All lines of the listing below are to be printed again exactly.
┄┄┄┄┄┄┄┄┄┄┄┄┄┄┄┄┄┄┄┄
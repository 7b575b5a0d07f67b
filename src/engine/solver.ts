// Solving a compiled network: Newton from the unloaded point or a warm start, the discharge-side
// guess, demand continuation to the collapse point, and the outer rounds for DC-DC chargers.
import { EngineInputError } from './errors';
import { type CompiledNetwork, GMIN_S, type TwoTerminal } from './network';
import { alternatorCurrent, newton, type NewtonResult, volt } from './newton';

export interface RawSolution {
	/** Node voltages by index (chassis excluded). */
	v: Float64Array;
	/** Fraction of the requested amplifier demand actually solved (1 unless the system collapses). */
	lambda: number;
	collapsed: boolean;
	iterations: number;
	residualA: number;
}

/**
 * A starting point on the loaded side: every bank discharging through its internal resistance,
 * every alternator at its current limit, and each amplifier replaced by the conductance it would
 * have at the lowest bank voltage. When an alternator saturates while a bank is charging, the
 * stable operating point can jump to this side, out of reach of a path that starts unloaded.
 */
function dischargeGuess(net: CompiledNetwork, lambda: number): Float64Array | null {
	const n = net.nodeIds.length;
	const { system, diagSlot } = net;
	const j = system.values;
	const b = new Float64Array(n);
	system.clear();
	for (let i = 0; i < n; i++) j[diagSlot[i]!] += GMIN_S;
	const stampG = (e: TwoTerminal, g: number) => {
		if (e.spp >= 0) j[e.spp] += g;
		if (e.snn >= 0) j[e.snn] += g;
		if (e.spn >= 0) j[e.spn] -= g;
	};
	const inject = (e: TwoTerminal, amps: number) => {
		if (e.p >= 0) b[e.p] += amps;
		if (e.n >= 0) b[e.n] -= amps;
	};
	for (const c of net.cables) stampG(c, c.g);
	for (const bank of net.banks) {
		stampG(bank, 1 / bank.resistanceOhm);
		inject(bank, bank.ocvV / bank.resistanceOhm);
	}
	for (const a of net.alternators) inject(a, a.limitA);
	const vRef = Math.min(net.nominalV, ...net.banks.map((x) => x.ocvV));
	for (const a of net.amplifiers) stampG(a, (lambda * a.powerW) / (vRef * vRef));
	for (const l of net.loads) inject(l, -l.currentA);
	for (const c of net.capacitors) {
		stampG(c, c.gLeak + c.gStep);
		inject(c, c.gStep * c.vcV);
	}
	for (const { output, input } of net.chargers) {
		inject(output, output.limitA);
		stampG(input, (lambda * input.powerW) / (vRef * vRef));
	}
	// A diode taken as conducting: its conductance, and its drop as a source pushing back.
	for (const x of net.isolators) {
		stampG(x, x.g);
		if (x.dropV > 0) inject(x, x.g * x.dropV);
	}
	if (system.factor() === 'singular') return null;
	system.solve(b);
	return b;
}

function minAmplifierVoltage(net: CompiledNetwork, v: Float64Array): number {
	let m = Number.POSITIVE_INFINITY;
	for (const a of net.amplifiers) m = Math.min(m, volt(v, a.p) - volt(v, a.n));
	return m;
}

/**
 * Solves the compiled network by nodal analysis with Newton iteration. Starts from `start` when
 * given (warm start), otherwise from the unloaded network. When the full demand has no stable
 * operating point the demand is ramped from zero (continuation) to find the largest fraction that
 * still has one: the voltage-collapse point.
 */
function solveOnce(net: CompiledNetwork, start?: Float64Array): RawSolution {
	const n = net.nodeIds.length;
	let iterations = 0;
	const attempt = (
		lambda: number,
		from: Float64Array | null,
		exactLine = false,
	): NewtonResult | null => {
		if (!from) return null;
		const r = newton(net, lambda, from, exactLine);
		iterations += r.iterations;
		return r.ok ? r : null;
	};
	if (start) {
		const warm = attempt(1, start);
		if (warm)
			return { v: warm.v, lambda: 1, collapsed: false, iterations, residualA: warm.residualA };
	}
	const first = new Float64Array(n).fill(net.nominalV * 0.5);
	let unloaded = newton(net, 0, first);
	iterations += unloaded.iterations;
	if (!unloaded.ok) {
		unloaded = newton(net, 0, first, true);
		iterations += unloaded.iterations;
	}
	// With no amplifier drawing, the co-content is strictly convex (every element is monotone and
	// the background conductance is positive), so a minimum exists and the damped, step-limited
	// Newton finds it; were it ever not found, the caller hears why, not a bare exception.
	if (!unloaded.ok)
		throw new EngineInputError([
			{
				path: '',
				message:
					'The network did not settle even with every amplifier off: look for sources whose limits fight each other (set points, charge limits)',
			},
		]);
	// The same network with every bank on its discharge resistance both ways has no soft charging
	// side, so its stable point moves smoothly with demand; where banks end up discharging it is
	// also the real network's solution, and a good start for it in any case.
	const stiffBanks: CompiledNetwork = {
		...net,
		banks: net.banks.map((b) => ({ ...b, chargeResistanceOhm: b.resistanceOhm })),
	};
	const fromStiff = (lambda: number) => {
		const guess = dischargeGuess(net, lambda);
		if (!guess) return null;
		const r = newton(stiffBanks, lambda, guess);
		iterations += r.iterations;
		return r.ok ? r.v : null;
	};
	/** Stable solutions at λ from the given start and from the discharge side; the higher one wins. */
	const best = (lambda: number, from: Float64Array) => {
		const a = attempt(lambda, from);
		const b = attempt(lambda, dischargeGuess(net, lambda)) ?? attempt(lambda, fromStiff(lambda));
		if (a && b) return minAmplifierVoltage(net, b.v) > minAmplifierVoltage(net, a.v) + 1e-6 ? b : a;
		return a ?? b;
	};
	// Before concluding the demand is too much, try once more with the exact line search (a
	// source flipping between limit and off can stall the cheaper one short of a real solution).
	const direct = best(1, unloaded.v) ?? attempt(1, unloaded.v, true);
	if (direct)
		return { v: direct.v, lambda: 1, collapsed: false, iterations, residualA: direct.residualA };

	// No stable point at full demand: ramp the demand up from zero to find where it runs out.
	let lambda = 0;
	let v = unloaded.v;
	let residualA = unloaded.residualA;
	let step = 0.25;
	while (step > 1e-5 && lambda < 1) {
		const next = Math.min(1, lambda + step);
		const found = best(next, v);
		if (found) {
			lambda = next;
			v = found.v;
			residualA = found.residualA;
			step *= 1.5;
		} else {
			step /= 2;
		}
	}
	return { v, lambda, collapsed: lambda < 1, iterations, residualA };
}

/** Largest change in a charger's input power (W, relative to it) the outer iteration accepts. */
const CHARGER_POWER_TOL = 1e-10;

/**
 * Solves the compiled network (see `solveOnce`). A DC-DC charger couples its input to its output,
 * which the symmetric nodal system cannot hold: its input is a constant-power draw of the last
 * solution's output power over the efficiency, and the network is solved again until that power
 * stops changing (a fixed point; the output barely depends on the input, so a few rounds do).
 */
export function solveCompiled(net: CompiledNetwork, start?: Float64Array): RawSolution {
	let raw = solveOnce(net, start);
	for (let round = 0; round < 50 && net.chargers.length > 0; round++) {
		let change = 0;
		for (const { output, input, efficiency } of net.chargers) {
			const x = volt(raw.v, output.p) - volt(raw.v, output.n);
			const powerW = (Math.max(0, alternatorCurrent(output, x)[0]) * x) / efficiency;
			change = Math.max(change, Math.abs(powerW - input.powerW) / Math.max(1, powerW));
			input.powerW = powerW;
			input.draw.powerW = powerW;
		}
		if (change <= CHARGER_POWER_TOL) break;
		raw = solveOnce(net, raw.v);
	}
	return raw;
}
┄┄┄┄┄┄┄┄┄┄┄┄┄┄┄┄┄┄┄┄
#### Exercise response:
repository 7b575b5a0d07f67b
filename src/engine/solver.ts
// Solving a compiled network: Newton from the unloaded point or a warm start, the discharge-side
// guess, demand continuation to the collapse point, and the outer rounds for DC-DC chargers.
import { EngineInputError } from './errors';
import { type CompiledNetwork, GMIN_S, type TwoTerminal } from './network';
import { alternatorCurrent, newton, type NewtonResult, volt } from './newton';

export interface RawSolution {
	/** Node voltages by index (chassis excluded). */
	v: Float64Array;
	/** Fraction of the requested amplifier demand actually solved (1 unless the system collapses). */
	lambda: number;
	collapsed: boolean;
	iterations: number;
	residualA: number;
}

/**
 * A starting point on the loaded side: every bank discharging through its internal resistance,
 * every alternator at its current limit, and each amplifier replaced by the conductance it would
 * have at the lowest bank voltage. When an alternator saturates while a bank is charging, the
 * stable operating point can jump to this side, out of reach of a path that starts unloaded.
 */
function dischargeGuess(net: CompiledNetwork, lambda: number): Float64Array | null {
	const n = net.nodeIds.length;
	const { system, diagSlot } = net;
	const j = system.values;
	const b = new Float64Array(n);
	system.clear();
	for (let i = 0; i < n; i++) j[diagSlot[i]!] += GMIN_S;
	const stampG = (e: TwoTerminal, g: number) => {
		if (e.spp >= 0) j[e.spp] += g;
		if (e.snn >= 0) j[e.snn] += g;
		if (e.spn >= 0) j[e.spn] -= g;
	};
	const inject = (e: TwoTerminal, amps: number) => {
		if (e.p >= 0) b[e.p] += amps;
		if (e.n >= 0) b[e.n] -= amps;
	};
	for (const c of net.cables) stampG(c, c.g);
	for (const bank of net.banks) {
		stampG(bank, 1 / bank.resistanceOhm);
		inject(bank, bank.ocvV / bank.resistanceOhm);
	}
	for (const a of net.alternators) inject(a, a.limitA);
	const vRef = Math.min(net.nominalV, ...net.banks.map((x) => x.ocvV));
	for (const a of net.amplifiers) stampG(a, (lambda * a.powerW) / (vRef * vRef));
	for (const l of net.loads) inject(l, -l.currentA);
	for (const c of net.capacitors) {
		stampG(c, c.gLeak + c.gStep);
		inject(c, c.gStep * c.vcV);
	}
	for (const { output, input } of net.chargers) {
		inject(output, output.limitA);
		stampG(input, (lambda * input.powerW) / (vRef * vRef));
	}
	// A diode taken as conducting: its conductance, and its drop as a source pushing back.
	for (const x of net.isolators) {
		stampG(x, x.g);
		if (x.dropV > 0) inject(x, x.g * x.dropV);
	}
	if (system.factor() === 'singular') return null;
	system.solve(b);
	return b;
}

function minAmplifierVoltage(net: CompiledNetwork, v: Float64Array): number {
	let m = Number.POSITIVE_INFINITY;
	for (const a of net.amplifiers) m = Math.min(m, volt(v, a.p) - volt(v, a.n));
	return m;
}

/**
 * Solves the compiled network by nodal analysis with Newton iteration. Starts from `start` when
 * given (warm start), otherwise from the unloaded network. When the full demand has no stable
 * operating point the demand is ramped from zero (continuation) to find the largest fraction that
 * still has one: the voltage-collapse point.
 */
function solveOnce(net: CompiledNetwork, start?: Float64Array): RawSolution {
	const n = net.nodeIds.length;
	let iterations = 0;
	const attempt = (
		lambda: number,
		from: Float64Array | null,
		exactLine = false,
	): NewtonResult | null => {
		if (!from) return null;
		const r = newton(net, lambda, from, exactLine);
		iterations += r.iterations;
		return r.ok ? r : null;
	};
	if (start) {
		const warm = attempt(1, start);
		if (warm)
			return { v: warm.v, lambda: 1, collapsed: false, iterations, residualA: warm.residualA };
	}
	const first = new Float64Array(n).fill(net.nominalV * 0.5);
	let unloaded = newton(net, 0, first);
	iterations += unloaded.iterations;
	if (!unloaded.ok) {
		unloaded = newton(net, 0, first, true);
		iterations += unloaded.iterations;
	}
	// With no amplifier drawing, the co-content is strictly convex (every element is monotone and
	// the background conductance is positive), so a minimum exists and the damped, step-limited
	// Newton finds it; were it ever not found, the caller hears why, not a bare exception.
	if (!unloaded.ok)
		throw new EngineInputError([
			{
				path: '',
				message:
					'The network did not settle even with every amplifier off: look for sources whose limits fight each other (set points, charge limits)',
			},
		]);
	// The same network with every bank on its discharge resistance both ways has no soft charging
	// side, so its stable point moves smoothly with demand; where banks end up discharging it is
	// also the real network's solution, and a good start for it in any case.
	const stiffBanks: CompiledNetwork = {
		...net,
		banks: net.banks.map((b) => ({ ...b, chargeResistanceOhm: b.resistanceOhm })),
	};
	const fromStiff = (lambda: number) => {
		const guess = dischargeGuess(net, lambda);
		if (!guess) return null;
		const r = newton(stiffBanks, lambda, guess);
		iterations += r.iterations;
		return r.ok ? r.v : null;
	};
	/** Stable solutions at λ from the given start and from the discharge side; the higher one wins. */
	const best = (lambda: number, from: Float64Array) => {
		const a = attempt(lambda, from);
		const b = attempt(lambda, dischargeGuess(net, lambda)) ?? attempt(lambda, fromStiff(lambda));
		if (a && b) return minAmplifierVoltage(net, b.v) > minAmplifierVoltage(net, a.v) + 1e-6 ? b : a;
		return a ?? b;
	};
	// Before concluding the demand is too much, try once more with the exact line search (a
	// source flipping between limit and off can stall the cheaper one short of a real solution).
	const direct = best(1, unloaded.v) ?? attempt(1, unloaded.v, true);
	if (direct)
		return { v: direct.v, lambda: 1, collapsed: false, iterations, residualA: direct.residualA };

	// No stable point at full demand: ramp the demand up from zero to find where it runs out.
	let lambda = 0;
	let v = unloaded.v;
	let residualA = unloaded.residualA;
	let step = 0.25;
	while (step > 1e-5 && lambda < 1) {
		const next = Math.min(1, lambda + step);
		const found = best(next, v);
		if (found) {
			lambda = next;
			v = found.v;
			residualA = found.residualA;
			step *= 1.5;
		} else {
			step /= 2;
		}
	}
	return { v, lambda, collapsed: lambda < 1, iterations, residualA };
}

/** Largest change in a charger's input power (W, relative to it) the outer iteration accepts. */
const CHARGER_POWER_TOL = 1e-10;

/**
 * Solves the compiled network (see `solveOnce`). A DC-DC charger couples its input to its output,
 * which the symmetric nodal system cannot hold: its input is a constant-power draw of the last
 * solution's output power over the efficiency, and the network is solved again until that power
 * stops changing (a fixed point; the output barely depends on the input, so a few rounds do).
 */
export function solveCompiled(net: CompiledNetwork, start?: Float64Array): RawSolution {
	let raw = solveOnce(net, start);
	for (let round = 0; round < 50 && net.chargers.length > 0; round++) {
		let change = 0;
		for (const { output, input, efficiency } of net.chargers) {
			const x = volt(raw.v, output.p) - volt(raw.v, output.n);
			const powerW = (Math.max(0, alternatorCurrent(output, x)[0]) * x) / efficiency;
			change = Math.max(change, Math.abs(powerW - input.powerW) / Math.max(1, powerW));
			input.powerW = powerW;
			input.draw.powerW = powerW;
		}
		if (change <= CHARGER_POWER_TOL) break;
		raw = solveOnce(net, raw.v);
	}
	return raw;
}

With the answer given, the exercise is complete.